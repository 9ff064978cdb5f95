//! `arch = "auto"` (the default): fit every energy structure the log
//! permits (separable, mechanical, general) on a short budget, score each by
//! the figure `check` reports (the median over the held-out trajectories of
//! the rollout's state relative RMSE, computed by [`crate::evidence::check`]),
//! and name the one with the smallest figure. A structure the plan refuses
//! (or whose short fit fails) is skipped with its reason, never an error.
//! Without held-out trajectories the same figure is taken on the training
//! trajectories and the choice says so ([`Basis::Training`]); when the log and
//! settings permit one structure only, it is chosen without a short fit
//! ([`Basis::OnlyPermitted`]).

use anyhow::{anyhow, bail, Result};
use serde::{Deserialize, Serialize};

use crate::data::dataset::Dataset;
use crate::deploy::blob::{BlobModel, HostModel};
use crate::evidence::check::{check, check_port, CheckSettings};
use crate::learn::fit::FitSettings;
use crate::learn::stage::FitOutcome;
use crate::learn::structure::Arch;
use visviva_runtime::Hamiltonian;

/// The short budget is the configured one divided by this (at least one
/// epoch or step; trajectory matching's epochs too), with the same seed and
/// hidden sizes: our own choice,
/// enough for the structures to separate on the built-in systems.
pub const SHORT_BUDGET_DIVISOR: usize = 5;

/// The structures tried, in this order (a tie keeps the earlier, simpler).
pub const CANDIDATES: [Arch; 3] = [Arch::Separable, Arch::Mechanical, Arch::General];

/// One structure's outcome.
#[derive(Debug, Clone, PartialEq, Serialize, Deserialize)]
pub struct Candidate {
    /// The structure, in the project file's words.
    pub structure: String,
    /// Median held-out state relative RMSE of its short fit (`None` when
    /// skipped).
    pub state_rel_rmse: Option<f64>,
    /// Why it was skipped.
    pub skipped: Option<String>,
}

/// What the choice rests on.
#[derive(Debug, Clone, Copy, Default, PartialEq, Eq, Serialize, Deserialize)]
#[serde(rename_all = "snake_case")]
pub enum Basis {
    /// The held-out trajectories' state error (the check's figure).
    #[default]
    HeldOut,
    /// The training trajectories' state error: there were no held-out
    /// logs, so the figure favours the more flexible structure.
    Training,
    /// Only one structure planned; nothing was fitted to choose.
    OnlyPermitted,
}

/// The choice and the evidence for it.
#[derive(Debug, Clone, PartialEq, Serialize, Deserialize)]
pub struct Selection {
    /// Every structure tried, in [`CANDIDATES`] order.
    pub candidates: Vec<Candidate>,
    /// The structure chosen.
    pub chosen: String,
    /// Epochs of each short fit (or optimizer steps when the budget is
    /// given in steps).
    pub short_budget: usize,
    /// Whether `short_budget` counts optimizer steps.
    pub short_budget_in_steps: bool,
    /// Read back from the last run's fit of the same logs and settings.
    #[serde(default)]
    pub reused: bool,
    /// What the figures were measured on (or that there was nothing to
    /// compare).
    #[serde(default)]
    pub basis: Basis,
}

/// The structure's name in the project file's words.
pub fn arch_name(arch: Arch) -> &'static str {
    match arch {
        Arch::Separable => "separable",
        Arch::Mechanical => "mechanical",
        Arch::General => "general",
        Arch::Auto => "auto",
    }
}

/// `settings` with the short budget (same seed, same everything else).
pub fn short_settings(settings: &FitSettings) -> FitSettings {
    let cut = |n: usize| (n / SHORT_BUDGET_DIVISOR).max(1);
    FitSettings {
        epochs: cut(settings.epochs),
        steps: settings.steps.map(cut),
        ..settings.clone()
    }
}

/// Trajectory matching's plan with its epochs cut like
/// [`short_settings`]'s.
pub fn short_trajectory(
    plan: Option<crate::learn::mode::TrajectoryPlan>,
) -> Option<crate::learn::mode::TrajectoryPlan> {
    plan.map(|p| crate::learn::mode::TrajectoryPlan {
        epochs: (p.epochs / SHORT_BUDGET_DIVISOR).max(1),
        ..p
    })
}

/// The figure `check` reports for the fitted `blob` on `val`: the median
/// over its trajectories of the state relative RMSE (conservative models
/// through [`check`], damped or driven ones through [`check_port`]).
pub fn held_out_error(blob: &[u8], val: &Dataset) -> Result<f64> {
    let model = HostModel::from_bytes(blob).map_err(|e| anyhow!("{e}"))?;
    if model.has_port_terms() {
        let parsed = BlobModel::from_bytes(blob).map_err(|e| anyhow!("{e}"))?;
        let r = check_port(&model, &parsed, val)?;
        let errors = r.rollouts.iter().map(|d| d.state_rel_rmse).collect();
        return Ok(crate::evidence::check::median(errors));
    }
    // The state error is taken over each logged trajectory before the
    // check's long-horizon drift run, which this figure does not use: one
    // step of it is enough.
    let settings = CheckSettings {
        horizon_steps: Some(1),
        ..CheckSettings::default()
    };
    let r = check(&model, None, val, None, &settings)?;
    Ok(r.median_model.state_rel_rmse)
}

/// Fit each candidate with `fit` on the short budget and score it on
/// `scoring` (the held-out trajectories, or with `basis` =
/// [`Basis::Training`] the training ones). `plan` settles a structure's
/// model (a refusal skips it); `fit` runs the fit stage for a plan and
/// settings. When one structure plans, it is chosen without a fit.
pub fn select<P>(
    scoring: &Dataset,
    basis: Basis,
    settings: &FitSettings,
    plan: impl Fn(Arch) -> Result<P>,
    fit: impl Fn(&P, &FitSettings) -> Result<FitOutcome>,
) -> Result<Selection> {
    let short = short_settings(settings);
    let plans: Vec<(Arch, Result<P>)> = CANDIDATES.iter().map(|&a| (a, plan(a))).collect();
    let planned = plans.iter().filter(|(_, p)| p.is_ok()).count();
    if let Some(e) = common_refusal(&plans) {
        return Err(e);
    }
    let basis = if planned == 1 {
        Basis::OnlyPermitted
    } else {
        basis
    };
    let candidates: Vec<Candidate> = plans
        .into_iter()
        .map(|(arch, p)| match p {
            Ok(_) if basis == Basis::OnlyPermitted => Candidate {
                structure: arch_name(arch).into(),
                state_rel_rmse: None,
                skipped: None,
            },
            Ok(p) => score(arch, fit(&p, &short), scoring),
            Err(e) => skipped(arch, format!("{e:#}")),
        })
        .collect();
    let chosen = chosen_structure(&candidates, basis)?;
    Ok(Selection {
        chosen,
        short_budget: short.steps.unwrap_or(short.epochs),
        short_budget_in_steps: short.steps.is_some(),
        reused: false,
        basis,
        candidates,
    })
}

/// The refusal every candidate's plan gives, when they all give the same
/// one (a ReLU activation, masses that do not fit the log): it is the
/// user's setting, not the structure, that is wrong, so it is named alone.
fn common_refusal<P>(plans: &[(Arch, Result<P>)]) -> Option<anyhow::Error> {
    let reasons: Vec<String> = plans
        .iter()
        .map(|(_, p)| p.as_ref().err().map(|e| format!("{e:#}")))
        .collect::<Option<_>>()?;
    let first = reasons.first()?;
    reasons
        .iter()
        .all(|r| r == first)
        .then(|| anyhow!("{first}"))
}

/// A candidate from its short fit's outcome, scored on `scoring`.
fn score(arch: Arch, fitted: Result<FitOutcome>, scoring: &Dataset) -> Candidate {
    match fitted.and_then(|out| held_out_error(&out.blob, scoring)) {
        Ok(e) if e.is_finite() => Candidate {
            structure: arch_name(arch).into(),
            state_rel_rmse: Some(e),
            skipped: None,
        },
        Ok(e) => skipped(arch, format!("its state error is {e}")),
        Err(e) => skipped(arch, format!("{e:#}")),
    }
}

/// The structure with the smallest figure (the one planned, for
/// [`Basis::OnlyPermitted`]); an error naming every reason when none has one.
fn chosen_structure(candidates: &[Candidate], basis: Basis) -> Result<String> {
    let best = if basis == Basis::OnlyPermitted {
        candidates.iter().find(|c| c.skipped.is_none())
    } else {
        candidates
            .iter()
            .filter_map(|c| c.state_rel_rmse.map(|e| (c, e)))
            .min_by(|a, b| a.1.total_cmp(&b.1))
            .map(|(c, _)| c)
    };
    match best {
        Some(c) => Ok(c.structure.clone()),
        None => {
            let reasons: Vec<String> = candidates.iter().map(|c| c.line(basis)).collect();
            bail!(
                "arch = \"auto\": no structure could be fitted:\n  {}",
                reasons.join("\n  ")
            )
        }
    }
}

fn skipped(arch: Arch, reason: String) -> Candidate {
    Candidate {
        structure: arch_name(arch).into(),
        state_rel_rmse: None,
        skipped: Some(reason),
    }
}

impl Basis {
    /// The figure's name in the command output and on the page.
    pub fn figure_name(self) -> &'static str {
        match self {
            Basis::Training => "training state error",
            Basis::HeldOut | Basis::OnlyPermitted => "held-out state error",
        }
    }
}

impl Candidate {
    /// The command output's line for this candidate; `basis` names its
    /// figure.
    pub fn line(&self, basis: Basis) -> String {
        let name = &self.structure;
        match (&self.state_rel_rmse, &self.skipped) {
            (Some(e), _) => format!("{name:<10} {} {e:.4e}", basis.figure_name()),
            (None, Some(r)) => format!("{name:<10} skipped: {r}"),
            (None, None) if basis == Basis::OnlyPermitted => {
                format!("{name:<10} the only structure permitted (not fitted to choose)")
            }
            (None, None) => format!("{name:<10} skipped"),
        }
    }
}

impl Selection {
    /// The chosen structure as an [`Arch`].
    pub fn chosen_arch(&self) -> Arch {
        CANDIDATES
            .into_iter()
            .find(|a| arch_name(*a) == self.chosen)
            .unwrap_or(Arch::General)
    }

    /// What the short budget counts, in words.
    pub fn budget_unit(&self) -> &'static str {
        match (self.short_budget_in_steps, self.short_budget) {
            (true, 1) => "optimizer step",
            (true, _) => "optimizer steps",
            (false, 1) => "epoch",
            (false, _) => "epochs",
        }
    }

    /// The command output's lines: the rule, each candidate and the choice.
    pub fn lines(&self) -> Vec<String> {
        let mut out = vec![self.rule()];
        out.extend(
            self.candidates
                .iter()
                .map(|c| format!("  {}", c.line(self.basis))),
        );
        out.push(format!("chosen: {} ({})", self.chosen, self.why()));
        out
    }

    /// The first line: how the structures were compared.
    fn rule(&self) -> String {
        let head = "arch = auto (the default; set arch to fix the structure)";
        let (n, unit, div) = (self.short_budget, self.budget_unit(), SHORT_BUDGET_DIVISOR);
        match self.basis {
            Basis::OnlyPermitted => format!(
                "{head}: the log and settings permit one structure, so none was fitted to \
                 choose:"
            ),
            Basis::HeldOut => format!(
                "{head}: each structure the log permits fitted for {n} {unit} (1/{div} of the \
                 budget, same seed and sizes), scored by the median held-out state relative \
                 RMSE (the figure check reports):"
            ),
            Basis::Training => format!(
                "{head}: each structure the log permits fitted for {n} {unit} (1/{div} of the \
                 budget, same seed and sizes), scored by the median state relative RMSE on the \
                 training trajectories (no held-out logs: this favours the more flexible \
                 structure; give held-out logs to choose on them):"
            ),
        }
    }

    /// Why the chosen structure was chosen, and what happens next.
    fn why(&self) -> String {
        let reason = match self.basis {
            Basis::HeldOut => "smallest held-out state error",
            Basis::Training => {
                "chosen on the training logs: no held-out logs; smallest training state error"
            }
            Basis::OnlyPermitted => "the only structure permitted",
        };
        if self.reused {
            format!("{reason}; reused from the last fit of the same logs and settings")
        } else {
            format!("{reason}; fitting it with the full budget")
        }
    }
}

#[cfg(test)]
mod tests {
    use super::*;

    #[test]
    fn the_short_budget_is_a_fifth_and_at_least_one() {
        let s = FitSettings {
            epochs: 1000,
            seed: 7,
            ..FitSettings::default()
        };
        let short = short_settings(&s);
        assert_eq!((short.epochs, short.steps, short.seed), (200, None, 7));
        let tiny = short_settings(&FitSettings {
            epochs: 3,
            steps: Some(4),
            ..FitSettings::default()
        });
        assert_eq!((tiny.epochs, tiny.steps), (1, Some(1)));
    }

    #[test]
    fn one_permitted_structure_is_taken_without_a_fit() {
        let data = Dataset {
            dof: 1,
            inputs: 0,
            trajectories: vec![],
            derivatives: crate::data::dataset::DerivativeSource::Given,
        };
        let s = select(
            &data,
            Basis::HeldOut,
            &FitSettings::default(),
            |arch| match arch {
                Arch::Separable => Ok(()),
                _ => bail!("needs a separable energy"),
            },
            |_, _| panic!("no short fit when one structure is permitted"),
        )
        .unwrap();
        assert_eq!(
            (s.chosen.as_str(), s.basis),
            ("separable", Basis::OnlyPermitted)
        );
        assert!(s.lines()[1].contains("the only structure permitted"));
        assert_eq!(
            s.candidates[2].skipped.as_deref(),
            Some("needs a separable energy")
        );
    }

    #[test]
    fn a_refusal_every_structure_gives_is_named_alone() {
        let data = Dataset {
            dof: 1,
            inputs: 0,
            trajectories: vec![],
            derivatives: crate::data::dataset::DerivativeSource::Given,
        };
        let err = select(
            &data,
            Basis::HeldOut,
            &FitSettings::default(),
            |_| -> Result<()> { bail!("--activation = relu is refused") },
            |_, _| panic!("nothing planned, nothing fitted"),
        )
        .unwrap_err();
        assert_eq!(format!("{err:#}"), "--activation = relu is refused");
    }

    #[test]
    fn a_choice_recorded_before_the_basis_existed_reads_as_held_out() {
        let json = r#"{"candidates":[],"chosen":"general","short_budget":3,
            "short_budget_in_steps":false}"#;
        let s: Selection = serde_json::from_str(json).unwrap();
        assert_eq!((s.basis, s.reused), (Basis::HeldOut, false));
    }

    #[test]
    fn every_candidate_names_itself_and_round_trips() {
        for arch in CANDIDATES {
            let s = Selection {
                candidates: vec![],
                chosen: arch_name(arch).into(),
                short_budget: 1,
                short_budget_in_steps: false,
                reused: false,
                basis: Basis::HeldOut,
            };
            assert_eq!(s.chosen_arch(), arch);
        }
    }
}
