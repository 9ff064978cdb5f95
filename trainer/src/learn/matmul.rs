//! Matrix products of the trainer's networks through the `gemm` crate,
//! which picks its kernels (AVX-512, AVX2+FMA, ...) at run time, behind the
//! signature of `ndarray::linalg::general_mat_mul`. One thread per call: a
//! fit's parallelism is the row split of its worker pool.

use gemm::Parallelism;
use ndarray::ArrayRef2;

/// c = alpha a b + beta c (with beta = 0, c is only written).
///
/// # Panics
/// When the shapes do not fit together.
pub fn mat_mul(
    alpha: f32,
    a: &ArrayRef2<f32>,
    b: &ArrayRef2<f32>,
    beta: f32,
    c: &mut ArrayRef2<f32>,
) {
    let ((m, k), (k2, n)) = (a.dim(), b.dim());
    assert!(
        k == k2 && c.dim() == (m, n),
        "matrix product of {m}x{k} and {k2}x{n} into {:?}",
        c.dim()
    );
    if m == 0 || n == 0 {
        return;
    }
    if k == 0 {
        c.map_inplace(|x| *x = if beta == 0.0 { 0.0 } else { beta * *x });
        return;
    }
    let (cs, rs) = (c.strides()[1], c.strides()[0]);
    let dst = c.as_mut_ptr();
    // SAFETY: the three pointers and their element strides come from
    // ndarray arrays of the shapes passed (m x k, k x n, m x n), so every
    // index gemm forms stays inside them; `c` is borrowed mutably while `a`
    // and `b` are shared borrows, so the destination aliases neither input.
    unsafe {
        gemm::gemm(
            m,
            n,
            k,
            dst,
            cs,
            rs,
            beta != 0.0,
            a.as_ptr(),
            a.strides()[1],
            a.strides()[0],
            b.as_ptr(),
            b.strides()[1],
            b.strides()[0],
            beta,
            alpha,
            false,
            false,
            false,
            Parallelism::None,
        );
    }
}

#[cfg(test)]
mod tests {
    use super::*;
    use ndarray::{Array2, ShapeBuilder};

    /// Reference: the textbook triple loop in f64.
    fn naive(a: &Array2<f32>, b: &Array2<f32>) -> Array2<f64> {
        let (m, k) = a.dim();
        let n = b.ncols();
        Array2::from_shape_fn((m, n), |(i, j)| {
            (0..k).map(|p| a[[i, p]] as f64 * b[[p, j]] as f64).sum()
        })
    }

    fn filled(rows: usize, cols: usize, seed: f32) -> Array2<f32> {
        Array2::from_shape_fn((rows, cols), |(i, j)| ((i * 7 + j * 3) as f32 * seed).sin())
    }

    /// Shapes of the networks' products (2 inputs, widths 64, one output,
    /// batches 1 and 37), transposed views and column-major destinations,
    /// beta 0 and 1, against the f64 triple loop within 1e-5 relative to
    /// the sum of |a_ip b_pj| (plus |beta c|): f32 rounding over at most 64
    /// terms stays below 64 x 6e-8 (textbook error bound of a sum).
    #[test]
    fn products_match_the_triple_loop() {
        for &(m, k, n) in &[
            (37, 2, 64),
            (37, 64, 64),
            (64, 37, 64),
            (37, 64, 1),
            (1, 64, 2),
            (64, 64, 2),
        ] {
            let a = filled(k, m, 0.37).reversed_axes();
            let b = filled(k, n, 0.91);
            let want = naive(&a.to_owned(), &b);
            let scale = naive(&a.mapv(f32::abs), &b.mapv(f32::abs));
            for beta in [0.0, 1.0] {
                let mut c = Array2::from_elem((m, n).f(), 0.5f32);
                mat_mul(1.0, &a, &b, beta, &mut c);
                for ((i, j), &got) in c.indexed_iter() {
                    let expect = want[[i, j]] + beta as f64 * 0.5;
                    let err = (got as f64 - expect).abs() / (scale[[i, j]] + beta as f64 * 0.5);
                    assert!(err < 1e-5, "{m}x{k}x{n} beta {beta} at ({i},{j}): {err:e}");
                }
            }
        }
    }
}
###
** EXERCISE **
Starting at the line above that contains "batches 1 and", repeat each line exactly up to and including the line that contains "bound of a sum).", and stop there.

** ANSWER SECTION **
    /// batches 1 and 37), transposed views and column-major destinations,
    /// beta 0 and 1, against the f64 triple loop within 1e-5 relative to
    /// the sum of |a_ip b_pj| (plus |beta c|): f32 rounding over at most 64
    /// terms stays below 64 x 6e-8 (textbook error bound of a sum).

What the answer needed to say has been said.